En France, il existe quelques données fiables indiquant la présence passée de l'espèce au nord de l'aire actuelle de répartition. Elles concernent le Morbihan méridional au 19ème siècle (Taslé, 1866) et le sud de la presqu'île de Crozon dans le Finistère où des spécimens ont été observés dans les années 1950 et 1960 (Le Garff, 1973, 1984 & 1988). Ces données sont parfois interprétées comme le témoignage de l'existence, jusqu'à une période récente, de populations reliques (Saint Girons, 1978 ; Parent, 1981), l'hypothèse alternative étant celle de l'introduction de l'espèce par l'Homme sur ces sites. Une population comparable existe encore dans le Perche (sud de l'Orne) où la Vipère aspic, considérée comme peut-être encore présente par Fretey (1975), a finalement été retrouvée par René Reboux (Cochard, 2000) après plus d'un siècle d'absence d'observation.
Dans la partie sud-ouest de son aire de répartition, Saint-Girons (1978) considère la Vipère aspic comme rare dans les landes de Gascogne, sans doute en raison d'une colonisation récente.

Au nord de son aire de répartition, quelques populations sont le résultat d'introductions délibérées. Il s'agit d'une population au nord de Granville dans la Manche (Chabot, 1995 ; Livory, 1999 ; Cochard, 2000 & 2002) et de populations alsaciennes aux environs de Colmar dans le Haut-Rhin (Baumgart, Parent & Thorn, 1983 ; Thiriet, 2001).

Dans la Manche, la première observation de l'espèce date de 1982. Depuis, les observations sont devenues régulières mais peu fréquentes (Chabot & Cochard, comm. pers., décembre 2002).

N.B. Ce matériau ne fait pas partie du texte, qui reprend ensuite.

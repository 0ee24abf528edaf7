package config

import (
	"strings"

	"sagcrest/config/quantity"
	"sagcrest/section/terrain"
)

// The one ground. Four kinds exist; point clouds are known by name and refused
// until they can be read.
type fileSurvey struct {
	Points        string        `json:"points" jsonschema_description:"path of a points file, relative to the project file"`
	Sections      string        `json:"sections" jsonschema_description:"path of surveyed section lines"`
	Grid          string        `json:"grid" jsonschema_description:"path of a grid: plain ASCII grid or GeoTIFF"`
	Order         string        `json:"order" jsonschema_description:"columns of points and sections, such as id,northing,easting,elevation; - skips one"`
	Units         string        `json:"units" jsonschema:"enum=metric,enum=international feet,enum=us survey feet,enum=ft" jsonschema_description:"of the numbers in the survey file; absent: the project's"`
	VerticalDatum string        `json:"vertical_datum" jsonschema_description:"any text that names the vertical datum"`
	CRS           string        `json:"crs" jsonschema_description:"any text that names the coordinate system"`
	Accuracy      *fileAccuracy `json:"accuracy" jsonschema_description:"of the survey, one standard deviation each"`
}

// How good the survey is, kept for the error bars of volumes. It has no effect
// yet but must be sound: a wrong figure would be believed later.
type fileAccuracy struct {
	Independent length `json:"independent" range:"[0,100]" jsonschema_description:"error of each point on its own"`
	Correlated  length `json:"correlated" range:"[0,100]" jsonschema_description:"error shared by points closer than range"`
	Range       length `json:"range" range:"(0,1000000]" jsonschema_description:"distance over which errors are shared"`
	Bias        length `json:"bias" range:"[0,100]" jsonschema_description:"error shared by all points"`
}

// survey names the one ground. What its numbers mean is never guessed: order
// and vertical datum have no default.
func (r *reading) survey(f *fileSurvey) Survey {
	if f == nil && !r.has("survey") { // its absence is complained of already
		return Survey{}
	}
	if f == nil { // an empty table
		f = &fileSurvey{}
	}
	s := Survey{VerticalDatum: f.VerticalDatum, CRS: f.CRS, Units: r.units}
	if units, ok := quantity.ParseSystem(f.Units); ok {
		s.Units = units
	}
	r.surveyFile(f, &s)
	if strings.TrimSpace(f.VerticalDatum) == "" {
		r.complain("U04", "survey.vertical_datum", "the survey names no vertical datum",
			`add vertical_datum = "…" to [survey]; any text that the surveyor would recognise`)
	}
	for _, column := range strings.Split(f.Order, ",") {
		if column = strings.TrimSpace(column); column != "" {
			s.Order = append(s.Order, column)
		}
	}
	switch {
	case s.Kind == SurveyGrid && f.Order != "":
		r.complain("F08", "survey.order", "a grid has no columns, yet survey.order names some", "leave order out")
	case (s.Kind == SurveyPoints || s.Kind == SurveySections) && len(s.Order) == 0:
		r.complain("F05", "survey.order", "survey.order is missing: columns are never guessed", `such as order = "`+exampleOrder(s.Kind)+`"`)
	}
	if a := f.Accuracy; a != nil {
		s.Accuracy = terrain.Accuracy{
			Independent: a.Independent.or(0), Correlated: a.Correlated.or(0),
			Range: a.Range.or(0), Bias: a.Bias.or(0),
		}
		if a.Correlated.or(0) > 0 && !r.has("survey.accuracy.range") {
			r.complain("F05", "survey.accuracy.range", "survey.accuracy.range is missing", "say over which distance the correlated error is shared")
		}
	}
	return s
}

// surveyFile chooses the file; two grounds contradict each other.
func (r *reading) surveyFile(f *fileSurvey, s *Survey) {
	files := []struct {
		kind SurveyKind
		path string
	}{{SurveyPoints, f.Points}, {SurveyGrid, f.Grid}, {SurveySections, f.Sections}}
	for _, file := range files {
		key := "survey." + string(file.kind)
		switch {
		case !r.has(key):
		case s.Kind != "":
			r.complain("F08", key, "there are two grounds: survey."+string(s.Kind)+" and "+key, "keep one")
		case file.path == "":
			s.Kind = file.kind
			r.complain("F05", key, key+" is empty", "write the path of the file")
		default:
			s.Kind, s.Path = file.kind, file.path
		}
	}
	if s.Kind == "" && !r.has("survey.lidar") {
		r.complain("F05", "survey", "the survey names no ground", "give one of points, grid or sections")
	}
}

// exampleOrder shows an order that fits the kind of survey.
func exampleOrder(kind SurveyKind) string {
	if kind == SurveySections {
		return "station,offset,elevation"
	}
	return "id,northing,easting,elevation"
}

Des juvéniles ont été observés dès 1995, attestant, sous l'hypothèse qu'ils n'aient pas eux-mêmes été introduits, de la reproduction de l'espèce sur le site (Chabot, 1995). Il semble que des lâchers successifs réalisés par un particulier, peut-être à partir de reproductions obtenues en terrarium, soient à l'origine de cette population, mais aucune précision n'est disponible concernant la ou les dates d'introductions ainsi que le nombre ou l'appartenance sub-spécifique des individus introduits. Cette population pourrait être actuellement menacée par la destruction de ses biotopes et son apparente expansion géographique résulterait vraisemblablement d'un effort de prospection plus soutenu (Pierre- Olivier Cochard, comm. pers., décembre 2002).
En Alsace, cinq sites répartis sur un rayon de 15 à 20 km autour de Colmar ont fait l'objet d'introductions délibérées par un naturaliste local, qui avait pour objectif d'identifier les facteurs responsables de l'absence locale de Vipères (facteurs environnementaux, biogéographiques ou historiques). Sur la commune de Ribeauvillé, trois noyaux de populations ont été constitués en 1973, chacun à partir d'une trentaine de fondateurs appartenant à la sous-espèce zinnikeri et originaires du Gers. Un renforcement de population a été effectué en 1979 sur l'un des sites au moyen de vingt à trente individus de la sous-espèce aspis originaires du Jura. Sur la commune du Bonhomme, une quinzaine d'individus du taxon aspis, originaires du Puy de Dôme, a été introduit en 1979. Une quinzaine d'individus de ce même taxon, originaires du Jura, a été introduit en 1987 sur la commune de Rouffach. Le suivi régulier des sites de Ribeauvillé entre 1973 et 1981 et de Rouffach entre 1987 et 2001, a permis à l'auteur des introductions de confirmer la reproduction de l'espèce in situ. La population du Bonhomme n'a pas fait l'objet de suivi depuis son introduction et l'on ne dispose d'aucune information sur son évolution. Il faut aussi signaler l'introduction de la Vipère péliade (Vipera berus), effectuée par le même naturaliste en 1979, sur les communes de Lapoutroie et de Ribeauvillé. La soixantaine d'individus transférés, qui comprenait surtout des femelles, était originaire du Jura, du Doubs et du Puy de Dôme. Certains individus appartenaient à la forme mélanique "prester". La population introduite sur la commune de Ribeauvillé semble actuellement, plus de 20 ans après l'introduction, en voie d'extinction (Barbery & Thiriet, 1999), contrairement à celle du site de Lapoutroie, où des individus sont régulièrement observés.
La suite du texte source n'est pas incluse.